|Photo published under Wikipedia Commons license. By Alex Opryatin|
This is a very rare cat breed. I call it one of the unusual cat breeds because you don't usually see cats from this breed.
Personally, I don't think this version of the Siamese cat is the "real legendary Royal Siamese" as Alex states. I am pretty sure that in Siam (now Thailand) perhaps 1000 years ago or so there were Siamese cats with normal tails, Siamese cats with kinked tails and the occasional Siamese cat with a shortened tail (bobtail). This is how nature works.
When the Siamese found its way to the west (Europe and USA) in the late 1800s breeders did not like the Siamese kinked tail, which was almost the hallmark of a Siamese with the pointing, and selectively bred it out. You can still feel the kink sometimes.
It appears that the bobtail version was not imported. The interesting point (excuse the pun) about the pointing of the cat in the picture is that it is quite restricted.

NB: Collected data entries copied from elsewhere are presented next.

def _decode(path: Path, data: bytes) -> tuple[str, str]:
    """The encoding that decodes the whole file, and the text (without a byte-order mark).

    UTF-8 first (with or without a BOM), UTF-32 or UTF-16 when it starts with
    their BOM (UTF-16 is Excel's "Unicode text"), then cp1252 and latin-1 for files that have
    no UTF-8 at all. A file that is UTF-8 in one place and not in another is
    refused rather than guessed at. ``_stream_encoding`` makes the same choice
    block by block.
    """
    announced = _bom_encoding(data)
    if announced:
        try:
            return announced, data.decode(announced)
        except UnicodeDecodeError:
            raise _unicode_error(path, announced) from None
    if b"\x00" in data[:65536]:
        raise _nul_error(path)
    encoding = "utf-8-sig" if data.startswith(codecs.BOM_UTF8) else "utf-8"
    try:
        return encoding, data.decode(encoding)
    except UnicodeDecodeError as exc:
        start = exc.start + (len(codecs.BOM_UTF8) if encoding == "utf-8-sig" else 0)  # offsets skip the BOM
        if encoding == "utf-8-sig" or not data[:start].isascii():
            raise _mixed_error(path, _line_of(data, start), data[start]) from None
    for fallback in CSV_ENCODINGS[1:]:
        try:
            return fallback, data.decode(fallback)
        except UnicodeDecodeError:
            continue
    raise DataError(f"{path}: could not decode the text (tried {', '.join(CSV_ENCODINGS)}); "
                    "re-save the file as UTF-8")  # pragma: no cover - latin-1 decodes every byte


def _utf8_failure(blocks: Iterator[bytes]) -> tuple[int, int, bool] | None:
    """Where the concatenated blocks stop being UTF-8: (line, byte, any non-ASCII byte before it), or None."""
    carry = b""  # the start of a character cut by a block boundary
    lines, high = 0, False
    for block in blocks:
        buffer = carry + block
        try:
            buffer.decode("utf-8")
            valid, carry = len(buffer), b""
        except UnicodeDecodeError as exc:
            if exc.end != len(buffer) or exc.reason != "unexpected end of data":
                head = buffer[: exc.start]
                return lines + head.count(b"\n") + 1, buffer[exc.start], high or not head.isascii()
            valid, carry = exc.start, buffer[exc.start:]
        lines += buffer.count(b"\n", 0, valid)
        high = high or not buffer[:valid].isascii()
    return (lines + 1, carry[0], high) if carry else None  # the file ends inside a character


def _blocks(handle: BinaryIO, first: bytes) -> Iterator[bytes]:
    yield first
    yield from iter(lambda: handle.read(BLOCK_BYTES), b"")


def _stream_encoding(path: Path) -> str:
    """The encoding ``_decode`` would choose, found block by block, with its errors, without holding the file."""
    try:
        with path.open("rb") as handle:
            first = handle.read(max(BLOCK_BYTES, 65536))  # the NUL check looks at 64 KiB
            announced = _bom_encoding(first)
            if announced:
                decoder = codecs.getincrementaldecoder(announced)()
                try:
                    for block in _blocks(handle, first):
                        decoder.decode(block)
                    decoder.decode(b"", final=True)
                except UnicodeDecodeError:
                    raise _unicode_error(path, announced) from None
                return announced
            if b"\x00" in first[:65536]:
                raise _nul_error(path)
            signed = first.startswith(codecs.BOM_UTF8)
            failure = _utf8_failure(_blocks(handle, first))
            if failure is None:
                return "utf-8-sig" if signed else "utf-8"
            line, byte, high = failure
            if signed or high:
                raise _mixed_error(path, line, byte)
            handle.seek(0)
            try:
                for block in _blocks(handle, b""):
                    block.decode(CSV_ENCODINGS[1])
            except UnicodeDecodeError:
                return CSV_ENCODINGS[2]  # latin-1 decodes every byte
            return CSV_ENCODINGS[1]
    except OSError as exc:
        raise _unreadable(path, exc) from None


def _header_delimiter(header: str) -> str:
    """The common delimiter used most often in the header line outside double quotes; comma if none is."""
    counts = dict.fromkeys(CSV_DELIMITERS, 0)
    quoted = False
    for char in header:
        if char == '"':
            quoted = not quoted
        elif not quoted and char in counts:
            counts[char] += 1
    best = max(CSV_DELIMITERS, key=lambda d: counts[d])  # ties go to the earlier, more common one
    return best if counts[best] > 0 else ","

What I mean is that it really is at the extremities of the cat, whereas normally you see the darker fur over the full face of the cat. In this instance the pointing is restricted to the nose and surrounding area. The same level of "limited pointing" is present on the lower limbs. You do see this sometimes in Siamese cats. I feel that it is wrong and less good than what I would call proper pointing.
I am going to add an update this page at 6th June 2012 because Alex Opryatin showed me his website and asked me to write a bit more about the Mekong Bobtail.
I say that the bobbed tail version of the Siamese was not exported to the West. Alex makes the point that a lot of cats in Asia have, how do I say this, "interesting tails". They are kinked or missing or shortened. The great Darwin refers to this in this in The Variation of Animals and Plants under Domestication, 1883". So does Harrison Weir the founder of the cat fancy when he writes about Manx cats and because of what he says I raise the possibility that this cat breed was imported from Asia to the Isle of Man.
Because of the prevalence of short tailed cats in Asia it is no surprise that the Siamese cat or a pointed cat developed a short tail - a bobtail.
Alex says that a number of the imported cats from Siam were Siamese cats with bobtails and the breed developed from there.